What to work on: Pick out all lines in the listing holding the string "bounded" and copy them.

Data extracts:

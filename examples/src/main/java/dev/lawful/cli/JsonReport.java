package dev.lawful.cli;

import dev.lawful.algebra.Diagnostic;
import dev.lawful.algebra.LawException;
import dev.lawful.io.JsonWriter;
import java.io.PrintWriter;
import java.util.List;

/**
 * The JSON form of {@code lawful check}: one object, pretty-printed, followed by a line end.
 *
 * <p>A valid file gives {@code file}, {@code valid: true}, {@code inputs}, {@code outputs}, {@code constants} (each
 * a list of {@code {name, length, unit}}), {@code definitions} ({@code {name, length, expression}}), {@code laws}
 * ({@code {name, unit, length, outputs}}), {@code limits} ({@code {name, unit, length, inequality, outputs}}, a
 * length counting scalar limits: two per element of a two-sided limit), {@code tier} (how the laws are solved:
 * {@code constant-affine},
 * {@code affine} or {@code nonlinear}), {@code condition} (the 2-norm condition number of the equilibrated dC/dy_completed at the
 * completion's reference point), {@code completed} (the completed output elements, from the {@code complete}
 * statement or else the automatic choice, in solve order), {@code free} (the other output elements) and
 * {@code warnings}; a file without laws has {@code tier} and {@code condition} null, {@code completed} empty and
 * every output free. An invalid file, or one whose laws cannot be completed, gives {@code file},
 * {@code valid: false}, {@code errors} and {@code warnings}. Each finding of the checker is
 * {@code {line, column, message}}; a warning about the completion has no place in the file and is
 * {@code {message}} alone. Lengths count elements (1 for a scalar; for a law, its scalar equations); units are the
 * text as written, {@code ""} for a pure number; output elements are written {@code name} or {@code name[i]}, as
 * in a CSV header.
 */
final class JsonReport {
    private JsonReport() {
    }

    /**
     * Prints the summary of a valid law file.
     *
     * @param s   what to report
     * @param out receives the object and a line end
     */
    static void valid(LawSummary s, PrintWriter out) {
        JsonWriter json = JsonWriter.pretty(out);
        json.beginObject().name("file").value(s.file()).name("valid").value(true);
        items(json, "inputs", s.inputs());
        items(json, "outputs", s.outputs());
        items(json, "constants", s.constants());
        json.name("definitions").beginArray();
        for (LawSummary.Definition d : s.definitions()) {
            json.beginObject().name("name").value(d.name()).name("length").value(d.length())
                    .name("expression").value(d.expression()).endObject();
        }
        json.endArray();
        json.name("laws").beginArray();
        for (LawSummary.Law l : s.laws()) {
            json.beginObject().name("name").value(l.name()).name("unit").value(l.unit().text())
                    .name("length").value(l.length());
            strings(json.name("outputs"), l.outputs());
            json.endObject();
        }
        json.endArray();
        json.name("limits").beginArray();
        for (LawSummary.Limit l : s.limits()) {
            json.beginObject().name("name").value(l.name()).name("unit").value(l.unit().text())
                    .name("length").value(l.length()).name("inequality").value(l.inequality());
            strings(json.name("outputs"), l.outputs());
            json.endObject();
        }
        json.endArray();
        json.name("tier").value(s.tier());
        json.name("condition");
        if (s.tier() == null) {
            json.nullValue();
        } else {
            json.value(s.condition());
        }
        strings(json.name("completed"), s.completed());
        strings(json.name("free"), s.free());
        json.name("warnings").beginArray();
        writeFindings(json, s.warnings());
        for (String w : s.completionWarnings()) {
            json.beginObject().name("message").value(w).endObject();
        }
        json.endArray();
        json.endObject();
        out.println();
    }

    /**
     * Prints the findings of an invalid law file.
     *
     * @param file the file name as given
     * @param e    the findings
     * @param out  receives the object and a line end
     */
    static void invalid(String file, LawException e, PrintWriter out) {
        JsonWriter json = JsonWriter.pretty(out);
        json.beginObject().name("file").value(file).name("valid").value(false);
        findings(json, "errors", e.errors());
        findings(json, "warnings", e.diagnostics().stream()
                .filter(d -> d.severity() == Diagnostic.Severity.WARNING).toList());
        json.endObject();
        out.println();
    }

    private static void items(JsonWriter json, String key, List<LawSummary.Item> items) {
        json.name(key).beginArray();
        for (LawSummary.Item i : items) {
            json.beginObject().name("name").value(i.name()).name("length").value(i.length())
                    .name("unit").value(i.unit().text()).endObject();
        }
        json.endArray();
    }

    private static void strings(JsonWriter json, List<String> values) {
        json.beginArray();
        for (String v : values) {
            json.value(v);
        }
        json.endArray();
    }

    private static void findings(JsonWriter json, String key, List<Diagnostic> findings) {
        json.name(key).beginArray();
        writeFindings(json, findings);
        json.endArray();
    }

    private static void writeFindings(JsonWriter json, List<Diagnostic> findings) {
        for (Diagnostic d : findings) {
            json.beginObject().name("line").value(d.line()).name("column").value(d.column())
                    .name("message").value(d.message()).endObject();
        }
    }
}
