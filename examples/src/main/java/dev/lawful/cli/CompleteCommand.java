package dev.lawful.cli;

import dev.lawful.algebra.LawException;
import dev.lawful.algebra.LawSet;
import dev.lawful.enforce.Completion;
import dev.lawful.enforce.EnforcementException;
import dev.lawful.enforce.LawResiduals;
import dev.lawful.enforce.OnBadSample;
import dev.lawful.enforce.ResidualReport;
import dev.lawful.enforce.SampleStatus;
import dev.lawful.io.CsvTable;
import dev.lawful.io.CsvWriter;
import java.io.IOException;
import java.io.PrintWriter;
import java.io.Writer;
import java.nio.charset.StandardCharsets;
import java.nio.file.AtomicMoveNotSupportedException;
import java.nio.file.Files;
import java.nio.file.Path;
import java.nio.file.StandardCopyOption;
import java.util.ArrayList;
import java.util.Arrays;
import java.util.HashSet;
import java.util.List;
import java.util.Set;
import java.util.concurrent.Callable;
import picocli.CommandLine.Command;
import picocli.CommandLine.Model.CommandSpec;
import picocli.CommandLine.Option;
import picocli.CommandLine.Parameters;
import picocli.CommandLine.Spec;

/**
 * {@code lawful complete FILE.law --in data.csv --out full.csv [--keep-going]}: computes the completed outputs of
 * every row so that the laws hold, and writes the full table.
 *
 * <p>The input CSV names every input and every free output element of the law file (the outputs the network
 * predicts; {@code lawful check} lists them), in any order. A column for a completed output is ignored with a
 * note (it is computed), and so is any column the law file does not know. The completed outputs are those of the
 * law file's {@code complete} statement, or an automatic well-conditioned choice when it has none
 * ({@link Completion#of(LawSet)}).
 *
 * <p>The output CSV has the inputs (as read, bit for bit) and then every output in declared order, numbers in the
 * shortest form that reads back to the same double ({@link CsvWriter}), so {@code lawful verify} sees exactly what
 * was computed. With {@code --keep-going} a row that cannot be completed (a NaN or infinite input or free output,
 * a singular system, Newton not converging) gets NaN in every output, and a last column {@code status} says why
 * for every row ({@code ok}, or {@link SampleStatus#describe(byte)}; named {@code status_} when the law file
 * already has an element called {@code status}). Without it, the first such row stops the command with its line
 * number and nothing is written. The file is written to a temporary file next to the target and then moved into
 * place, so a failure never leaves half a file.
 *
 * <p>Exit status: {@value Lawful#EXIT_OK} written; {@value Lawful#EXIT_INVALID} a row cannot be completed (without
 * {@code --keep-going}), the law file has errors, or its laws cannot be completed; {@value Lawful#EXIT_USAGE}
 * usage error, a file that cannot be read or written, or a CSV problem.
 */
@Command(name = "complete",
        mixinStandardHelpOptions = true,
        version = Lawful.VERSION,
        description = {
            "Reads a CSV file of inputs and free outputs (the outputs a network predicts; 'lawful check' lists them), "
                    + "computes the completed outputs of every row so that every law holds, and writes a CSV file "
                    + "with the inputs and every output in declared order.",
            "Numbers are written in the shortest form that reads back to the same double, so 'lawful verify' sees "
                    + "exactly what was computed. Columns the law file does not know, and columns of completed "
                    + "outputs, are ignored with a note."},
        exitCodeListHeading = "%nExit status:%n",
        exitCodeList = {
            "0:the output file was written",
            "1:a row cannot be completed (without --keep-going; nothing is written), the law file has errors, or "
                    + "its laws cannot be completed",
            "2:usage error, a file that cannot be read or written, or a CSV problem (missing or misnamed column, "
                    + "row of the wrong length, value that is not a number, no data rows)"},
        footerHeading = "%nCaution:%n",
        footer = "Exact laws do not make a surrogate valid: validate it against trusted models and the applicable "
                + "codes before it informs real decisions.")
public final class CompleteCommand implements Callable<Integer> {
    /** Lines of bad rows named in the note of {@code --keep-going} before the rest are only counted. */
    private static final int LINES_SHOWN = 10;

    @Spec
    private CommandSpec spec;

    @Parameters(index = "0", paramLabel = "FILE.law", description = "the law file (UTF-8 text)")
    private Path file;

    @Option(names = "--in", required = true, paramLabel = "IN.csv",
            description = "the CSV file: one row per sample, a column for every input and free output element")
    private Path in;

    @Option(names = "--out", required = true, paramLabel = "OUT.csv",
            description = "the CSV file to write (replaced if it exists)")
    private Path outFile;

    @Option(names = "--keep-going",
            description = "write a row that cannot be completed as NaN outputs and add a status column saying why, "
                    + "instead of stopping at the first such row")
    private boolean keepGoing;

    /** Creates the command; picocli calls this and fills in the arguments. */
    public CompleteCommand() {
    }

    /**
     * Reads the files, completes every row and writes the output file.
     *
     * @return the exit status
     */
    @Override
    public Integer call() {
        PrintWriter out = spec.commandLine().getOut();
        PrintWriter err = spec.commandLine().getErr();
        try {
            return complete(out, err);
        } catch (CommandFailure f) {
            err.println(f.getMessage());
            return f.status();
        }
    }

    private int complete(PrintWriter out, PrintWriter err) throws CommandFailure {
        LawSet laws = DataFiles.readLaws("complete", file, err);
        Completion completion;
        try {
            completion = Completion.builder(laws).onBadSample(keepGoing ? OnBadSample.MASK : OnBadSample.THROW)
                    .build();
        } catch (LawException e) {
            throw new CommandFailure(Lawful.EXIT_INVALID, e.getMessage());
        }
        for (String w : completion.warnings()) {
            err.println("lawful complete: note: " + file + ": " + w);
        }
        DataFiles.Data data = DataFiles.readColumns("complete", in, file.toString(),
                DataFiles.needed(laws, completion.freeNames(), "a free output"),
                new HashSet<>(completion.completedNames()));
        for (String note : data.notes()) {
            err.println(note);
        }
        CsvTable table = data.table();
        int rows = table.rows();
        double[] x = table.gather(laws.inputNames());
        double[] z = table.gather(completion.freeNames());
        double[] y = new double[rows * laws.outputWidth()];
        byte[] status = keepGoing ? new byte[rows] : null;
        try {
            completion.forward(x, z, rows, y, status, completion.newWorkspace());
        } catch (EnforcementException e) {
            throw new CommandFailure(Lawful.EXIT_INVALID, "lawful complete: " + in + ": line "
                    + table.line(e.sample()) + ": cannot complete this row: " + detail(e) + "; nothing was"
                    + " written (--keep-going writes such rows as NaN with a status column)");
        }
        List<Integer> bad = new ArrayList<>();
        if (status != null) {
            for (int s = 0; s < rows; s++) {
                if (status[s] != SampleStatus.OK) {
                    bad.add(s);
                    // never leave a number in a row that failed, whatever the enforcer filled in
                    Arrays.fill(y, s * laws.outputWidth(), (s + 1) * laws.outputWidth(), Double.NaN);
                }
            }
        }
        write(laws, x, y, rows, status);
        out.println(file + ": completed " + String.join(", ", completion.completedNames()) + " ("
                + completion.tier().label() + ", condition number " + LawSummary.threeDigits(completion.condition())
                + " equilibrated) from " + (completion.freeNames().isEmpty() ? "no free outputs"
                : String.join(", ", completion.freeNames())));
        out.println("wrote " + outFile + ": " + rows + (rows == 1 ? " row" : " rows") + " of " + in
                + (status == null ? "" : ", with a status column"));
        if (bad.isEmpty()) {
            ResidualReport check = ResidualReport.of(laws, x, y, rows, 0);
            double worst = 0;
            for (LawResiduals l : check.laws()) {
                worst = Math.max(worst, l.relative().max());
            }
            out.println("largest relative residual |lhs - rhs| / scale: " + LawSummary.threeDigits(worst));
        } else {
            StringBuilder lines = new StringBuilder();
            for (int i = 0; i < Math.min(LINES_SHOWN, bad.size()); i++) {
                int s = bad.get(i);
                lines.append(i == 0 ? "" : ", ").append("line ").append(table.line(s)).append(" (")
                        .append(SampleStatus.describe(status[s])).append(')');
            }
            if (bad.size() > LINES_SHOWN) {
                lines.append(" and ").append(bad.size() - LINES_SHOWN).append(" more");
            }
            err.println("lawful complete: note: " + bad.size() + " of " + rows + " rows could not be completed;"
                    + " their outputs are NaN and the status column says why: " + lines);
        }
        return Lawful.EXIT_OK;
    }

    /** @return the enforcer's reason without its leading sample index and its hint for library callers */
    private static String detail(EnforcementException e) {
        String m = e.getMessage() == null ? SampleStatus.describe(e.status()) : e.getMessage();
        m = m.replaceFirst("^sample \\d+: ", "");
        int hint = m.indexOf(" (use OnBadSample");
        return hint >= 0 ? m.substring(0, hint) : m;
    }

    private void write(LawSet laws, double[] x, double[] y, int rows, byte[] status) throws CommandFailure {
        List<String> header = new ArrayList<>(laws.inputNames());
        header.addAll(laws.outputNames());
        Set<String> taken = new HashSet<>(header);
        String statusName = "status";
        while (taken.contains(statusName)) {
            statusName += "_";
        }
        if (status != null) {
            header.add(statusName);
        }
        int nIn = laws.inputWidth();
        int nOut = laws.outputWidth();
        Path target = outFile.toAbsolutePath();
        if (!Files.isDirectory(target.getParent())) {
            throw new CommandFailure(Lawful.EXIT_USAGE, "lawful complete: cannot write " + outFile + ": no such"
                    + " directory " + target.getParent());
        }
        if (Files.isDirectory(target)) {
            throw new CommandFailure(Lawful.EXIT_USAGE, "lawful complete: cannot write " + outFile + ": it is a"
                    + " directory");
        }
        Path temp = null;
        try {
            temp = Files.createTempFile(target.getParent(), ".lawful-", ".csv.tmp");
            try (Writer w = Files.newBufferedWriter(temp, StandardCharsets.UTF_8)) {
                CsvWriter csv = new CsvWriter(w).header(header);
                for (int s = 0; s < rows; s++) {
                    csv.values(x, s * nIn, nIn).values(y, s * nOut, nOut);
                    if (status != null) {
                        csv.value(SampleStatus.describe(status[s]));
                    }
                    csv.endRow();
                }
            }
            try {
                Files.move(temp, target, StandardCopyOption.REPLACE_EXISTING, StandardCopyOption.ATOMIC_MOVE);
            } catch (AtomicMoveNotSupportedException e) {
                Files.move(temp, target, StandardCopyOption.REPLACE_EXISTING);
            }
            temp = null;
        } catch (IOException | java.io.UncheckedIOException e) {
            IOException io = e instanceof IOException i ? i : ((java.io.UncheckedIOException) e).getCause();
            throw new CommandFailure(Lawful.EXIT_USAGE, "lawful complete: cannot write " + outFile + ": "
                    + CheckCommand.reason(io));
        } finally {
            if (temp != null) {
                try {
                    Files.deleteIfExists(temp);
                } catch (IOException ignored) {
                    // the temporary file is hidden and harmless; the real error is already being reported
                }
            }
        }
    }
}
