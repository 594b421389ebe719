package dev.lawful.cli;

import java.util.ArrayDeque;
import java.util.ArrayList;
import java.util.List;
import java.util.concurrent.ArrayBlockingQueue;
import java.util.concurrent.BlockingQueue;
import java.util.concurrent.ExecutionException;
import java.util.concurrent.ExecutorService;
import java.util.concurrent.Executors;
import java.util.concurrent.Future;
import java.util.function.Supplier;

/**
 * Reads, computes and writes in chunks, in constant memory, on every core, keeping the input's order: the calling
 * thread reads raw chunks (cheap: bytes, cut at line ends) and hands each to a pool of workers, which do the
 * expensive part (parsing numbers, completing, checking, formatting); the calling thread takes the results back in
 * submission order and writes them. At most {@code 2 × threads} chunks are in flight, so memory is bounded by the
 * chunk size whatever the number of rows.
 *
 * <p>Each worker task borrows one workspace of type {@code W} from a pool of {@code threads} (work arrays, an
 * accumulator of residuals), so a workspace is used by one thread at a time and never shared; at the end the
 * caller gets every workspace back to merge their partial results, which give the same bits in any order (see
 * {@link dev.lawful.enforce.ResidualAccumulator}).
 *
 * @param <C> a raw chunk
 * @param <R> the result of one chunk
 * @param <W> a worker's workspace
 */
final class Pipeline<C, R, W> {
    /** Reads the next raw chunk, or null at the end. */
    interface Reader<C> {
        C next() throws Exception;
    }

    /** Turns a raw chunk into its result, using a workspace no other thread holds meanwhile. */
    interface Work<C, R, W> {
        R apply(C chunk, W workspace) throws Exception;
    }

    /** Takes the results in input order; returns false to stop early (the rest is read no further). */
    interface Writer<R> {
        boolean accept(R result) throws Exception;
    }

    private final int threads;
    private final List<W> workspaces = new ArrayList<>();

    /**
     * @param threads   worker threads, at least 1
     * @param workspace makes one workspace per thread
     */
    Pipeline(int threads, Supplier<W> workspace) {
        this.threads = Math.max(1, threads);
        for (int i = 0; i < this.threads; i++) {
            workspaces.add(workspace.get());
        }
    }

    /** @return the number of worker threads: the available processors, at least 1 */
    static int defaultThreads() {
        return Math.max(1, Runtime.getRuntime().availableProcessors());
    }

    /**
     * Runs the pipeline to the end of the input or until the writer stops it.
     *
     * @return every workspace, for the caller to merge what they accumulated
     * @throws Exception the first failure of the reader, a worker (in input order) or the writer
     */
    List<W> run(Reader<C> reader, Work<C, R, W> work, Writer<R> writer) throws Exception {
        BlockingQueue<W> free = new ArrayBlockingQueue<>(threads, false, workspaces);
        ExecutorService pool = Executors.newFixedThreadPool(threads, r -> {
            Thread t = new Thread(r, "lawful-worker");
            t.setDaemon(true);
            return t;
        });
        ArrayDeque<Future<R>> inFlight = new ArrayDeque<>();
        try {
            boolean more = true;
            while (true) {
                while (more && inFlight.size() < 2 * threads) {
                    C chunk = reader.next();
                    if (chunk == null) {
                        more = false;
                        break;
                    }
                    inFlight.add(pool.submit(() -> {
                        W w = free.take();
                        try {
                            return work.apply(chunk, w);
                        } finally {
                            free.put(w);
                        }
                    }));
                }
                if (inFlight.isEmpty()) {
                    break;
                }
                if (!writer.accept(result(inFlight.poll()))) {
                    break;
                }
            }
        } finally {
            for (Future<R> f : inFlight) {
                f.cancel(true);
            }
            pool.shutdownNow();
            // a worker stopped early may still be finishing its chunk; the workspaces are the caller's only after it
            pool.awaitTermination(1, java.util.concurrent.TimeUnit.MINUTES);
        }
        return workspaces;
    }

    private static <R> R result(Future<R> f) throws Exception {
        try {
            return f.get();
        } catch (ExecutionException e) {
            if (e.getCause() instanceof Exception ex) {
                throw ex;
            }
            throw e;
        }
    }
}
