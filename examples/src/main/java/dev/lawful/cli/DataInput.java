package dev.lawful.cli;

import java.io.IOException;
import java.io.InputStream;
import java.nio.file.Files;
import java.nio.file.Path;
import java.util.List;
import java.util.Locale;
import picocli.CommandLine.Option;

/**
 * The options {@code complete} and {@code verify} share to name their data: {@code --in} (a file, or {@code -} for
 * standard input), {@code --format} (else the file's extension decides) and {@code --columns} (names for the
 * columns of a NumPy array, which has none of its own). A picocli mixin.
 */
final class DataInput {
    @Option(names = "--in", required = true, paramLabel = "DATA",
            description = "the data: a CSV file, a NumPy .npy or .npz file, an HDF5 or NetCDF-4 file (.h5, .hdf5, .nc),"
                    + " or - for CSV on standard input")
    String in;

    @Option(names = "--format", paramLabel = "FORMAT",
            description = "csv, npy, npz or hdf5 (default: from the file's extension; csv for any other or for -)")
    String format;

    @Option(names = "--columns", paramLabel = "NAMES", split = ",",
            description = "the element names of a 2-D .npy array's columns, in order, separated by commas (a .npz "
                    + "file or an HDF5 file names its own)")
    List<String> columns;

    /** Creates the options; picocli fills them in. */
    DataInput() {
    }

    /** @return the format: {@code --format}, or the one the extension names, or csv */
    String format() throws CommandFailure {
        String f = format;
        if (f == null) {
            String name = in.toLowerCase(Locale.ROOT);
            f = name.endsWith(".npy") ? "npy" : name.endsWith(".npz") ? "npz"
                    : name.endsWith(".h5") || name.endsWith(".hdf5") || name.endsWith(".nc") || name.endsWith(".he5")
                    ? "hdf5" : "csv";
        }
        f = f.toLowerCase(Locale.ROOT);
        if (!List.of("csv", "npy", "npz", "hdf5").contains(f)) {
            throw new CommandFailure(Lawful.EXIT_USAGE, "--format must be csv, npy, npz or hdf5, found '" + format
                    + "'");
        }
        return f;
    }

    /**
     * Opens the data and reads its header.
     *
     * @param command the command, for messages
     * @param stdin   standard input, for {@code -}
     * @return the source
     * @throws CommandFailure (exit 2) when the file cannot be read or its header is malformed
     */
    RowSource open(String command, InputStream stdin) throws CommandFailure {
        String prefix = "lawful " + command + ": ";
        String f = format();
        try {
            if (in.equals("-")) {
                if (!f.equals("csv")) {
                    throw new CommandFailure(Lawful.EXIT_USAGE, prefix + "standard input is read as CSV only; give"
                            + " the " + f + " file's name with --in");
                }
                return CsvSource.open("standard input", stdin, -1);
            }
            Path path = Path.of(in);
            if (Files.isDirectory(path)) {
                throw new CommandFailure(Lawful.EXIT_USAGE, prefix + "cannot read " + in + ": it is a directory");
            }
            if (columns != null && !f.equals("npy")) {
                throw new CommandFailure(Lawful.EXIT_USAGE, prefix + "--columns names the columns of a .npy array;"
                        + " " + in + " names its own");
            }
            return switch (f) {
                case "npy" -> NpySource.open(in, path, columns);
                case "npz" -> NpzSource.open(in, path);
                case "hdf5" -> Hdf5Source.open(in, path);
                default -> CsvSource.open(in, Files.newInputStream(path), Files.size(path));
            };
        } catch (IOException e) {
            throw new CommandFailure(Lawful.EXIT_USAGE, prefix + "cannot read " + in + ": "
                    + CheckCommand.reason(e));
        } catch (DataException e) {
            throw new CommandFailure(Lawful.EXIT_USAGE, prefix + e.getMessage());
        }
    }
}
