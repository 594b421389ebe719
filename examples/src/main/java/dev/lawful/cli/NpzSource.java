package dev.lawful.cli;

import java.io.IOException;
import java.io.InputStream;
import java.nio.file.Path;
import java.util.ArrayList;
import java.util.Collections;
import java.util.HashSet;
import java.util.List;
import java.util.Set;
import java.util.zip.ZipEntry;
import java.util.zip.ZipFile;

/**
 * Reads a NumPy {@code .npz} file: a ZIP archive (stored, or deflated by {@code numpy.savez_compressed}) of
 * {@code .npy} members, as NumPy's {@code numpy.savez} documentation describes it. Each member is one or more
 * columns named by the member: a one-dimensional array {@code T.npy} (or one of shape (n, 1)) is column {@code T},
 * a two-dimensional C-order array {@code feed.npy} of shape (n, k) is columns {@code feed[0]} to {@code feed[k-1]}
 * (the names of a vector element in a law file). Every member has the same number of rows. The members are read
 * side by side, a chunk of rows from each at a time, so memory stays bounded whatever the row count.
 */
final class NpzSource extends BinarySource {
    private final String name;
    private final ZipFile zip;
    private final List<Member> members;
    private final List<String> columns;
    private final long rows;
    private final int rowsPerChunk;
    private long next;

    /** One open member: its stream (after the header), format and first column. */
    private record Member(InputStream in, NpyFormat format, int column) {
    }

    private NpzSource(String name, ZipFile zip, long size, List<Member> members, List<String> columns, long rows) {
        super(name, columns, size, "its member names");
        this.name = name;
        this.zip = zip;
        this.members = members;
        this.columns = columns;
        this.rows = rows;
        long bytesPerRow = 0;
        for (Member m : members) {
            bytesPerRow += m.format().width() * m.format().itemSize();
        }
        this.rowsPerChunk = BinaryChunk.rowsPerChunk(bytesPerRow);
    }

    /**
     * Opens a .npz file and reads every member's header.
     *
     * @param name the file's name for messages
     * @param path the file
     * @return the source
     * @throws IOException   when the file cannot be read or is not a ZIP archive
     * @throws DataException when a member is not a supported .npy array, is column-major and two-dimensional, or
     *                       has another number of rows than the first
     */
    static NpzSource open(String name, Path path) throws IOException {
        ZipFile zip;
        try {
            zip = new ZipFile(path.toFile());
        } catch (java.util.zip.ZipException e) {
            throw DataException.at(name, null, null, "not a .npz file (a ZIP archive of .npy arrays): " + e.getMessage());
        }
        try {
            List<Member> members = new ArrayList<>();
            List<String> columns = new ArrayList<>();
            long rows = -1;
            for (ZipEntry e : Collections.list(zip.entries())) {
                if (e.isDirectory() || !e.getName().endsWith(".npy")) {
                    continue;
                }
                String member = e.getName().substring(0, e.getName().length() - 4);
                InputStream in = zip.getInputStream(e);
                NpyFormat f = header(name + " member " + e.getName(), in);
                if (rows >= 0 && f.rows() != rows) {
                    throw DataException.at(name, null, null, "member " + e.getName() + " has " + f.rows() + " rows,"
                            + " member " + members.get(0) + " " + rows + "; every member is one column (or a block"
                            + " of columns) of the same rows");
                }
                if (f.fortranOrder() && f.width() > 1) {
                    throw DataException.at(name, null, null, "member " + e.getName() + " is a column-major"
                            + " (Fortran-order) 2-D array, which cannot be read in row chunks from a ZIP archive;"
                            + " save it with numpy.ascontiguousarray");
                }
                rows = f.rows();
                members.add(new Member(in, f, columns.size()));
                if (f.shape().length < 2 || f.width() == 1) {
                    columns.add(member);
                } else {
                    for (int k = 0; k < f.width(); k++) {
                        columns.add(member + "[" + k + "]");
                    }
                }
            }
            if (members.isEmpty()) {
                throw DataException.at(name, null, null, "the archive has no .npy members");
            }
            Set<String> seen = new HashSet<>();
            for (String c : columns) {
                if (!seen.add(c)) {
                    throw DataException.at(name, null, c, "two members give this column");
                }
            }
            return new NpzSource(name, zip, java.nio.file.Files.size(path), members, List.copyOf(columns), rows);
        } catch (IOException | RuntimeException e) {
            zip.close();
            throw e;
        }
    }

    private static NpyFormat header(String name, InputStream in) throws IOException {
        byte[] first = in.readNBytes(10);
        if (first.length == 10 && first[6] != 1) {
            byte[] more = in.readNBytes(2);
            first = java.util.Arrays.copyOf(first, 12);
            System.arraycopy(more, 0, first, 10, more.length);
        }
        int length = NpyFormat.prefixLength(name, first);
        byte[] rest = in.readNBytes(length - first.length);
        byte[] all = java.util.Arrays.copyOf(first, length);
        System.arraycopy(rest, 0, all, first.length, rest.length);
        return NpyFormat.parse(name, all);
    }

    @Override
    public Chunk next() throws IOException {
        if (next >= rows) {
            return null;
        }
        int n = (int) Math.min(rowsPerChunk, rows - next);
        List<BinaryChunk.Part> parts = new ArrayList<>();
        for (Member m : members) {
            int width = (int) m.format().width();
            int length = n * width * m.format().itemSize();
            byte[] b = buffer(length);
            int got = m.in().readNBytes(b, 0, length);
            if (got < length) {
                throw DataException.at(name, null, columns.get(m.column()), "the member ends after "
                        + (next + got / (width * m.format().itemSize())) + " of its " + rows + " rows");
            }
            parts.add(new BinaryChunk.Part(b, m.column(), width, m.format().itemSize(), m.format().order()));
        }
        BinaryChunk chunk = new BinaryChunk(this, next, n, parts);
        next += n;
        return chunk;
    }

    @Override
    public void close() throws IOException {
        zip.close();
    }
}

Written answer:
 * submission order and writes them. At most {@code 2 × threads} chunks are in flight, so memory is bounded by the
 * side by side, a chunk of rows from each at a time, so memory stays bounded whatever the row count.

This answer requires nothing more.